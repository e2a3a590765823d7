//! Batches: many states of one pair at once, for historian-scale arrays.
//! Elements in regions 1, 2 and 5 are sorted into lanes by region and
//! evaluated several per instruction (AVX-512F, AVX2 or the baseline,
//! chosen at run time); every other element goes through the scalar call.
//! Each element's result is the scalar call's, bit for bit, error included.
//!
//! Results come to a callback with the element's index, grouped by region
//! (so not in order); nothing is allocated.

mod dispatch;
mod pipeline;
mod pt_kernels;
mod saturation_kernels;

pub use dispatch::Dispatch;

use crate::error::Error;
use crate::read::state::State;
use crate::units::Units;

use crate::pairs::saturation::Saturation;

use pt_kernels::{Enthalpy, FullState};
use saturation_kernels::{AtPressure, AtTemperature};

/// [`State::from_pt`] of every (p, T) of `inputs` in `units`: `each` gets
/// the element's index (its place in `inputs`) and its result, once per
/// element, in no particular order.
///
/// ```
/// use ebullio::{batch, State, Units};
/// let inputs = [(3.0, 300.0), (0.0035, 700.0), (f64::NAN, 300.0)];
/// let mut states = [None; 3];
/// batch::states_from_pt(inputs, Units::Native, |i, state| states[i] = Some(state));
/// assert_eq!(states[0], Some(State::from_pt(3.0, 300.0, Units::Native)));
/// assert!(matches!(states[2], Some(Err(ebullio::Error::NotFinite { .. }))));
/// ```
pub fn states_from_pt(
    inputs: impl IntoIterator<Item = (f64, f64)>,
    units: Units,
    each: impl FnMut(usize, Result<State, Error>),
) {
    Dispatch::detected().states_from_pt(inputs, units, each)
}

/// [`crate::enthalpy_from_pt`] of every (p, T) of `inputs` in `units`, as
/// [`states_from_pt`] gives states.
pub fn enthalpies_from_pt(
    inputs: impl IntoIterator<Item = (f64, f64)>,
    units: Units,
    each: impl FnMut(usize, Result<f64, Error>),
) {
    Dispatch::detected().enthalpies_from_pt(inputs, units, each)
}

/// [`Saturation::at_temperature`] of every temperature of `inputs` in
/// `units`, as [`states_from_pt`] gives states.
pub fn saturation_at_temperatures(
    inputs: impl IntoIterator<Item = f64>,
    units: Units,
    each: impl FnMut(usize, Result<Saturation, Error>),
) {
    Dispatch::detected().saturation_at_temperatures(inputs, units, each)
}

/// [`Saturation::at_pressure`] of every pressure of `inputs` in `units`,
/// as [`states_from_pt`] gives states.
pub fn saturation_at_pressures(
    inputs: impl IntoIterator<Item = f64>,
    units: Units,
    each: impl FnMut(usize, Result<Saturation, Error>),
) {
    Dispatch::detected().saturation_at_pressures(inputs, units, each)
}

impl Dispatch {
    /// [`states_from_pt`] on this variant (the baseline where the machine
    /// does not support it).
    #[doc(hidden)]
    pub fn states_from_pt(
        self,
        inputs: impl IntoIterator<Item = (f64, f64)>,
        units: Units,
        each: impl FnMut(usize, Result<State, Error>),
    ) {
        self.run(&FullState, inputs, units, each)
    }

    /// [`enthalpies_from_pt`] on this variant.
    #[doc(hidden)]
    pub fn enthalpies_from_pt(
        self,
        inputs: impl IntoIterator<Item = (f64, f64)>,
        units: Units,
        each: impl FnMut(usize, Result<f64, Error>),
    ) {
        self.run(&Enthalpy, inputs, units, each)
    }

    /// [`saturation_at_temperatures`] on this variant.
    #[doc(hidden)]
    pub fn saturation_at_temperatures(
        self,
        inputs: impl IntoIterator<Item = f64>,
        units: Units,
        each: impl FnMut(usize, Result<Saturation, Error>),
    ) {
        self.run(&AtTemperature, inputs, units, each)
    }

    /// [`saturation_at_pressures`] on this variant.
    #[doc(hidden)]
    pub fn saturation_at_pressures(
        self,
        inputs: impl IntoIterator<Item = f64>,
        units: Units,
        each: impl FnMut(usize, Result<Saturation, Error>),
    ) {
        self.run(&AtPressure, inputs, units, each)
    }
}
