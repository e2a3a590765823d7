//! The cycle solver: a regenerative reheat Rankine cycle from its
//! description to its state points, flows, component balances and
//! performance figures.
//!
//! The expansion line does not depend on the flows (each stage group
//! expands at its casing's efficiency from its own inlet), so it is
//! computed once. The feedwater train is then solved by sweeps: upward
//! from the hotwell for the water states, downward from the boiler for
//! the extraction flows. Without pumped-forward drains one sweep is
//! exact; with them the mixing points couple the two, and the sweeps
//! repeat until the extraction fractions stop changing.

use super::closed_heater::{desuperheating_zone, end_states, HeaterApproach};
use super::cycle_result::{
    Component, ComponentKind, CycleResult, PointLabel, PointRole, StatePoint, Stream,
    MAX_COMPONENTS, MAX_POINTS, MAX_STREAMS,
};
use super::cycle_spec::{CycleSpec, Drains, Heater, HeaterKind, Supply, MAX_CASINGS, MAX_HEATERS};
use super::fault::{finite_figures, in_caller_units, refuse, refuse_with, second_law};
use super::heat_transfer::condensate;
use super::mixing::{mix, throttle as throttle_to};
use super::pump::compress;
use super::turbine::expand;
use super::{check_efficiency, native, PlantFigure, PlantPart};
use crate::equations::saturation_line::saturation_temperature;
use crate::numerics::constants::CRITICAL_PRESSURE;
use crate::units::{BTU_KJ, POUND_MASS_KG};
use crate::{Error, Phase, Quantity, Saturation, State, Units};

/// Sweeps allowed for the pumped-forward drains' fixed point; it
/// contracts by roughly the drain-to-feedwater flow ratio per sweep.
const MAX_SWEEPS: usize = 60;
/// Extraction fractions that move less than this between sweeps are
/// converged (they are fractions of the throttle flow, so absolute).
/// The mixing points' states are solved from (p, h), whose enthalpy
/// comes back a few 1e-14 relative off its aim near the critical point;
/// that moves the fractions by as much, so sweeps may stop contracting
/// above this: once they do within [`FLOW_ROUNDING`] they are converged.
const SWEEP_TOLERANCE: f64 = 1e-14;
const MAX_GROUPS: usize = MAX_CASINGS + MAX_HEATERS;
/// Flows are fractions of the throttle flow summed from a few terms each
/// good to about 1e-15; a flow past its limit by more than this is real.
const FLOW_ROUNDING: f64 = 1e-12;

const CYCLE: PlantPart = PlantPart::single("cycle");
const SUPPLY: PlantPart = PlantPart::single("steam supply");
const REHEATER: PlantPart = PlantPart::single("reheater");
const BOILER: PlantPart = PlantPart::single("boiler");
const FEED_PUMP: PlantPart = PlantPart::single("feed pump");
const CONDENSATE_PUMP: PlantPart = PlantPart::single("condensate pump");

/// A stage group: part of a casing between two extraction points.
#[derive(Clone, Copy)]
struct Group {
    casing: usize,
    inlet: State,
    outlet: State,
    /// How many heaters take their steam upstream of this group.
    extractions_upstream: usize,
}

/// The water side of each heater, native units, per unit throttle flow.
#[derive(Clone, Copy)]
struct HeaterWater {
    feedwater_in: State,
    feedwater_out: State,
    drain: State,
    drain_pumped: State,
    mixed: State,
    pump_outlet: State,
    extraction_flow: f64,
    /// Closed: flow through the tubes; open: condensate flow in from below.
    feedwater_flow: f64,
    /// Flow leaving toward the boiler (after any mixing point or pump).
    outlet_flow: f64,
    /// Closed: drain flow leaving the shell.
    drain_flow: f64,
    /// The flow of drains cascaded into this heater, and from which heater.
    cascaded_in: Option<(f64, usize)>,
}

/// Solves the cycle `spec` describes. Every number in the result is per
/// unit mass of throttle steam, in `spec.units`.
///
/// A cycle that cannot exist is refused with [`Error::InvalidPlant`]
/// naming the part at fault, so every solved cycle keeps these limits:
/// every flow lies in [0, 1] of the throttle flow (no heater takes more
/// steam than reaches its extraction point); the boiler only heats (its
/// feedwater enters colder than the throttle steam) and the heat input is
/// positive; the net work is positive; no component generates negative
/// entropy beyond rounding; the thermal efficiency is below the Carnot
/// efficiency between the hotwell and the hottest steam; every figure is
/// finite. "Superheated" throttle steam must be superheated vapour or
/// supercritical fluid. A closed heater's feedwater leaves colder than
/// the steam entering its shell, and with a negative TTD the heat it
/// takes above the shell saturation temperature comes from the steam's
/// superheat alone. Errors are in `spec.units`.
pub fn solve_cycle(spec: &CycleSpec) -> Result<CycleResult, Error> {
    solve(spec).map_err(|e| in_caller_units(e, spec.units))
}
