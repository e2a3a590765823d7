//! `ebullio.State`: one solved state, its constructors (one per input pair
//! the core offers), its properties as float attributes, repr and pickling.
//!
//! A constructor given two Python numbers solves here, in one core call.
//! Anything else (arrays, lists, pandas Series, `errors="flag"`, `out=`)
//! takes the array path, [`crate::array_call::states`].

use ebullio::{InputPair, Method, Property, Reading, Request, State, Units};
use pyo3::prelude::*;
use pyo3::sync::PyOnceLock;
use pyo3::types::{PyDict, PyFloat, PyInt};

use crate::array_call::{self, ArrayCall};
use crate::arrays;

use crate::columns::COLUMNS;
use crate::errors::to_py;
use crate::names::{self, Errors};

/// How a state was made: enough to make it again, bit for bit (pickling).
#[derive(Clone, Copy, Debug)]
pub(crate) struct Origin {
    pub request: Request,
    pub a: f64,
    pub b: f64,
}

/// A state of water or steam, solved from one input pair.
///
/// Make one with a constructor, ``State.from_pt(p, t, units="native")`` and
/// its siblings, each of which needs ``units=`` (there is no default unit
/// system: without it the call raises ``TypeError``); read its properties
/// as attributes in the units it was made in (``state.in_units("us")``
/// reads it in others). Properties that
/// do not exist for the state (cp, cv, w, alpha_v, kappa_t of wet steam;
/// x of a single-phase state) are ``None``.
///
/// Given arrays (numpy arrays, pandas Series, lists) instead of numbers,
/// the constructors return an ``ebullio.StateArray``.
///
/// ``out=`` takes a ``StateArray`` from an earlier array call whose shape
/// is the broadcast shape of the new inputs: the results go into its own
/// arrays, its ``units`` and recorded inputs (what ``transport()``,
/// ``derivative()`` and pickling use) become this call's, and that same
/// object is returned. A repeated call on same-sized batches then needs no
/// new memory. Refused: anything but a ``StateArray`` (a ``State``, a
/// ``SaturationArray``, a bare ndarray) and two numbers with ``out=``
/// (``TypeError``); a different shape, or arrays that cannot be written in
/// place, read-only or strided like ``states[::2]`` (``ValueError``).
/// ``out`` is written where its arrays live: a ``StateArray`` that views
/// another result (``states[:]``, a ``SaturationArray``'s ``liquid``)
/// writes into that result too. With ``errors="raise"``, ``out`` holds
/// this call's complete results, bad elements flagged, when the error is
/// raised.
#[pyclass(frozen, module = "ebullio", name = "State")]
pub(crate) struct PyState {
    pub inner: State,
    pub origin: Origin,
}
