def run_json(cmd, env=None, what=""):
    p = subprocess.run(cmd, capture_output=True, text=True, env=env)
    if p.returncode != 0:
        sys.stderr.write(p.stderr[-4000:])
        raise SystemExit(f"bench-engines: {what or cmd[0]} failed (exit {p.returncode})")
    lines = [line for line in p.stdout.splitlines() if line.startswith("{")]
    if not lines:
        raise SystemExit(f"bench-engines: {what or cmd[0]} printed no JSON result")
    return json.loads(lines[-1])


def read_vectors(path, n, dims):
    a = array.array("f")
    with open(path, "rb") as f:
        a.frombytes(f.read())
    if sys.byteorder != "little":
        a.byteswap()
    if len(a) != n * dims:
        raise SystemExit(f"bench-engines: {path} holds {len(a)} floats, expected {n} x {dims}")
    if not all(math.isfinite(x) for x in a):
        raise SystemExit(f"bench-engines: {path} holds a non-finite value")
    return [a[i * dims : (i + 1) * dims] for i in range(n)]


def cosines(a, b):
    out = []
    for x, y in zip(a, b):
        dot = sum(p * q for p, q in zip(x, y))
        nx = math.sqrt(sum(p * p for p in x))
        ny = math.sqrt(sum(q * q for q in y))
        out.append(dot / (nx * ny) if nx > 0 and ny > 0 else 0.0)
    return out


def loadavg():
    try:
        with open("/proc/loadavg") as f:
            return " ".join(f.read().split()[:3])
    except OSError:
        return "unknown"


def cpu_name():
    """The CPU's model name, family and model, and which of the instruction sets kerf's
    kernels choose between at run time it has, read from /proc/cpuinfo, so a record says
    which kernels ran (an earlier record copied its machine description by hand, wrongly)."""
    fields = {}
    try:
        with open("/proc/cpuinfo") as f:
            for line in f:
                if not line.strip():
                    break
                key, _, value = line.partition(":")
                fields[key.strip()] = value.strip()
    except OSError:
        return platform.processor() or "unknown"
    flags = set(fields.get("flags", "").split())
    wanted = [("avx2", "AVX2"), ("fma", "FMA"), ("avx512f", "AVX-512F"), ("avx512vl", "AVX512VL"),
              ("avx512_vnni", "AVX-512 VNNI"), ("avx_vnni", "AVX-VNNI")]
    have = ", ".join(name for flag, name in wanted if flag in flags) or "none of AVX2/AVX-512"
    return (f"{fields.get('model name', 'unknown')} (family {fields.get('cpu family', '?')}, "
            f"model {fields.get('model', '?')}; {have})")
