/// Vectors of `inputs` through the cache: each distinct input is looked up; the misses are embedded in length-sorted batches of at most
/// `batch_tokens` tokens, each batch stored in the cache as soon as it is done (so a killed run
/// keeps its work). `progress` gets the tokens done so far and in all.
pub fn embed_cached(
    embedder: &dyn Embedder,
    cache: Option<&VectorCache>,
    inputs: &[Input<'_>],
    batch_tokens: usize,
    progress: &mut dyn FnMut(usize, usize),
) -> Result<(Vec<Vec<f32>>, CacheReport), JobError> {
    let never = AtomicBool::new(false);
    embed_cached_until(embedder, cache, inputs, batch_tokens, progress, &never)
}

/// [`embed_cached`] that returns [`JobError::Stopped`] before the next batch once `stop` is set
/// (the batches done are already in the cache).
pub fn embed_cached_until(
    embedder: &dyn Embedder,
    cache: Option<&VectorCache>,
    inputs: &[Input<'_>],
    batch_tokens: usize,
    progress: &mut dyn FnMut(usize, usize),
    stop: &AtomicBool,
) -> Result<(Vec<Vec<f32>>, CacheReport), JobError> {
    let fingerprint = embedder.fingerprint();
    let mut first: HashMap<[u8; 32], usize> = HashMap::new();
    let mut distinct: Vec<usize> = Vec::new();
    let mut slot_of_input: Vec<usize> = Vec::with_capacity(inputs.len());
    let mut keys: Vec<[u8; 32]> = Vec::new();
    for (i, input) in inputs.iter().enumerate() {
        let k = text_key(input.prefix, input.text);
        let slot = *first.entry(k).or_insert_with(|| {
            distinct.push(i);
            keys.push(k);
            distinct.len() - 1
        });
        slot_of_input.push(slot);
    }
    let mut vectors: Vec<Option<Vec<f32>>> = match cache {
        Some(c) => c.get_many(&fingerprint, &keys)?,
        None => vec![None; distinct.len()],
    };
    let tokens_total: usize = distinct.iter().map(|&i| inputs[i].tokens).sum();
    let misses: Vec<(usize, usize)> = (0..distinct.len())
        .filter(|&s| vectors[s].is_none())
        .map(|s| (s, inputs[distinct[s]].tokens))
        .collect();
    let mut report = CacheReport {
        inputs: inputs.len(),
        input_tokens: inputs.iter().map(|i| i.tokens).sum(),
        distinct: distinct.len(),
        cached: distinct.len() - misses.len(),
        ..Default::default()
    };
    let mut tokens_done = tokens_total - misses.iter().map(|m| m.1).sum::<usize>();
    progress(tokens_done, tokens_total);
    for batch in batches_by_tokens(misses, batch_tokens) {
        if stop.load(Ordering::Relaxed) {
            return Err(JobError::Stopped);
        }
        let texts: Vec<String> = batch
            .iter()
            .map(|&s| {
                let i = &inputs[distinct[s]];
                format!("{}{}", i.prefix, i.text)
            })
            .collect();
        let refs: Vec<&str> = texts.iter().map(String::as_str).collect();
        let t = Instant::now();
        let out = embedder.embed(&refs)?;
        report.encoder_seconds += t.elapsed().as_secs_f64();
        if out.len() != batch.len() {
            return Err(JobError::VectorCount {
                expected: batch.len(),
                got: out.len(),
            });
        }
        if let Some(c) = cache {
            let items: Vec<([u8; 32], Vec<f32>)> = batch
                .iter()
                .map(|&s| keys[s])
                .zip(out.iter().cloned())
                .collect();
            c.put_many(&fingerprint, &items)?;
        }
        let batch_tokens_done: usize = batch.iter().map(|&s| inputs[distinct[s]].tokens).sum();
        report.embedded += batch.len();
        report.embedded_tokens += batch_tokens_done;
        for (&s, v) in batch.iter().zip(out) {
            vectors[s] = Some(v);
        }
        tokens_done += batch_tokens_done;
        progress(tokens_done, tokens_total);
    }
    let vectors: Vec<Vec<f32>> = vectors
        .into_iter()
        .map(|v| v.expect("every distinct input is cached or embedded"))
        .collect();
    Ok((
        slot_of_input.iter().map(|&s| vectors[s].clone()).collect(),
        report,
    ))
}
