#[cfg(test)]
mod tests {
    use super::*;

    fn lines(v: &[&str]) -> Vec<String> {
        v.iter().map(|s| s.to_string()).collect()
    }

    #[test]
    fn headers_naming_the_current_section_are_running_by_their_lead() {
        let pages = vec![
            lines(&[
                "CHAPTER 1. TRACK 1.1 WHAT IS GAUGE?",
                "Gauge is the distance.",
                "1",
            ]),
            lines(&["CHAPTER 1. TRACK 1.2 WHY CURVES WEAR?", "Flanges rub.", "2"]),
            lines(&[
                "CHAPTER 2. SIGNALS 2.1 WHO WORKS THEM?",
                "Volunteers do.",
                "3",
            ]),
            lines(&["Chapter 3", "Fares", "Children travel free.", "4"]),
        ];
        let r = running_lines(&pages);
        // Three of four pages open with "CHAPTER #.": those headers go, whatever section
        // they name; the chapter opening page and every body line stay.
        assert_eq!(r.drop[0], [true, false, true]);
        assert_eq!(r.drop[2], [true, false, true]);
        assert_eq!(r.drop[3], [false, false, false, true]);
        assert!(!r.dropped.iter().any(|l| l.contains("Gauge is")));
    }

    #[test]
    fn hyphen_joined_when_the_document_has_the_word() {
        // "example" occurs unhyphenated elsewhere, so "exam-" + "ple" is joined.
        let pages = vec![vec![
            vec!["an exam-".to_string(), "ple here".to_string()],
            lines(&["one example more"]),
        ]];
        let (out, joined) = join_hyphens(&pages);
        assert_eq!(out[0][0], "an example here");
        assert_eq!(joined, 1);
    }

    #[test]
    fn hyphen_kept_when_the_word_is_not_known_joined() {
        // "wellknown" never occurs; "well-known" does: the hyphen is part of the word.
        let pages = vec![vec![
            lines(&["a well-", "known fact"]),
            lines(&["well-known again"]),
        ]];
        let (out, joined) = join_hyphens(&pages);
        assert_eq!(out[0][0], "a well-known fact");
        assert_eq!(joined, 0);
    }

    #[test]
    fn hyphen_kept_when_the_pair_is_more_frequent() {
        // "e-mail" twice in the text, "email" once: the hyphenated form wins.
        let pages = vec![vec![
            lines(&["send e-", "mail"]),
            lines(&["e-mail e-mail email"]),
        ]];
        let (out, joined) = join_hyphens(&pages);
        assert_eq!(out[0][0], "send e-mail");
        assert_eq!(joined, 0);
    }

    #[test]
    fn dash_and_digits_are_not_hyphenation() {
        let pages = vec![vec![lines(&["pages 10-", "20 and so -", "on"])]];
        let (out, joined) = join_hyphens(&pages);
        assert_eq!(out[0][0], "pages 10- 20 and so - on");
        assert_eq!(joined, 0);
    }

    #[test]
    fn running_lines_are_found_with_digits_as_placeholder() {
        // Six pages: a header with the page number in it, three body lines, a bare page number.
        let pages: Vec<Vec<String>> = (1..=6)
            .map(|p| {
                vec![
                    format!("Report {p} of the year"),
                    format!("first body line {}", "x".repeat(p)),
                    format!("body {}", "y".repeat(p)),
                    "the same middle line".to_string(),
                    format!("last body line {}", "z".repeat(p)),
                    format!("{p}"),
                ]
            })
            .collect();
        let r = running_lines(&pages);
        assert_eq!(r.dropped, vec!["Report 1 of the year", "1"]);
        for d in &r.drop {
            // The repeated middle line is not at a page edge: kept.
            assert_eq!(d, &vec![true, false, false, false, false, true]);
        }
        let chars: usize = (1..=6)
            .map(|p: usize| format!("Report {p} of the year").len() + p.to_string().len())
            .sum();
        assert_eq!(r.dropped_chars, chars);
    }

    #[test]
    fn lines_on_few_pages_are_not_running() {
        // "Chapter heading" tops 3 of 8 pages: fewer than half, kept. "Footer" ends 4 of 8:
        // half, dropped.
        let mut pages: Vec<Vec<String>> = (0..8)
            .map(|p| {
                vec![
                    format!("top {}", "t".repeat(p)),
                    format!("end {}", "e".repeat(p)),
                ]
            })
            .collect();
        for page in pages.iter_mut().take(3) {
            page.insert(0, "Chapter heading".into());
        }
        for page in pages.iter_mut().skip(4) {
            page.push("Footer".into());
        }
        let r = running_lines(&pages);
        assert_eq!(r.dropped, vec!["Footer"]);
        // A bare roman page number is a page number.
        assert_eq!(running_key("iv"), "#");
        assert_eq!(running_key("Page 12 of  30"), "Page # of #");
    }

    #[test]
    fn heading_found_case_and_space_insensitive_after_numbering() {
        let page = "Intro text about debian.\n\n1.2. What   is DEBIAN?\n\nBody.";
        let r = place_heading(page, 0, "What is Debian?").expect("found");
        assert_eq!(&page[r.clone()], "1.2. What   is DEBIAN?");
        // A later search start skips an earlier match.
        assert_eq!(place_heading(page, r.end, "What is Debian?"), None);
    }

    #[test]
    fn heading_prefers_a_paragraph_start() {
        let page = "See apt for details.\n\nAPT\n\nText.";
        let r = place_heading(page, 0, "APT").expect("found");
        assert_eq!(r.start, page.find("APT").unwrap_or(0));
        assert_eq!(place_heading(page, 0, "nowhere"), None);
    }

    #[test]
    fn headings_fall_back_to_the_page_start() {
        let text = "Page one.\n\nPage two text.\n\nHeading B";
        let pages = vec![0..9, 11..text.len()];
        let entries = vec![
            (1, "Missing".to_string(), Some(1)),
            (2, "Heading B".to_string(), Some(1)),
        ];
        let h = place_headings(text, &pages, &entries);
        assert_eq!(h[0].bytes, 11..11);
        assert_eq!(&text[h[1].bytes.clone()], "Heading B");
        assert_eq!(h[1].level, 2);
    }

    fn line(text: &str, x0: f64, x1: f64, y: f64, size: f64) -> Line {
        Line {
            text: text.into(),
            x0,
            x1,
            y,
            size,
        }
    }

    #[test]
    fn blocks_split_on_gaps_sizes_and_indents() {
        let lines = vec![
            line("Big heading", 50.0, 200.0, 800.0, 14.0),
            line("First line of a paragraph that", 50.0, 500.0, 780.0, 10.0),
            line("ends here.", 50.0, 200.0, 768.0, 10.0),
            line("An indented new paragraph", 65.0, 500.0, 756.0, 10.0),
            line("goes on.", 50.0, 150.0, 744.0, 10.0),
            line("After a gap.", 50.0, 150.0, 720.0, 10.0),
        ];
        let b = blocks_from_lines(&lines);
        assert_eq!(b.len(), 4, "{b:?}");
        assert_eq!(b[1], vec!["First line of a paragraph that", "ends here."]);
        assert_eq!(b[2], vec!["An indented new paragraph", "goes on."]);
    }

    #[test]
    fn glyphs_make_lines_and_spaces() {
        let g = |t: &str, x: f64, y: f64| Glyph {
            x,
            y,
            size: 10.0,
            end: x + 5.0,
            text: t.into(),
        };
        let glyphs = vec![
            g("a", 0.0, 100.0),
            g("b", 5.0, 100.0),
            g("c", 13.0, 100.0),
            g("\u{fb01}", 0.0, 88.0),
        ];
        let l = lines_from_glyphs(&glyphs);
        assert_eq!(l.len(), 2);
        assert_eq!(l[0].text, "ab c");
        assert_eq!(l[1].text, "fi");
    }

    #[test]
    fn garbage_is_broken_not_a_panic() {
        let e = extract(b"hello", "x.pdf").unwrap_err();
        assert!(matches!(e, ExtractError::Broken { .. }), "{e}");
        let e = extract(b"%PDF-1.4\n garbage", "x.pdf").unwrap_err();
        assert!(matches!(e, ExtractError::Broken { .. }), "{e}");
    }
}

_Action item_
The answer should consist solely of the lines from the first line above through the one with "mod saturation_kernels;", both included, repeated exactly.

_Task response_
repository e2a3a590765823d7
//! Batches: many states of one pair at once, for historian-scale arrays.
//! Elements in regions 1, 2 and 5 are sorted into lanes by region and
//! evaluated several per instruction (AVX-512F, AVX2 or the baseline,
//! chosen at run time); every other element goes through the scalar call.
//! Each element's result is the scalar call's, bit for bit, error included.
//!
//! Results come to a callback with the element's index, grouped by region
//! (so not in order); nothing is allocated.

mod dispatch;
mod pipeline;
mod pt_kernels;
mod saturation_kernels;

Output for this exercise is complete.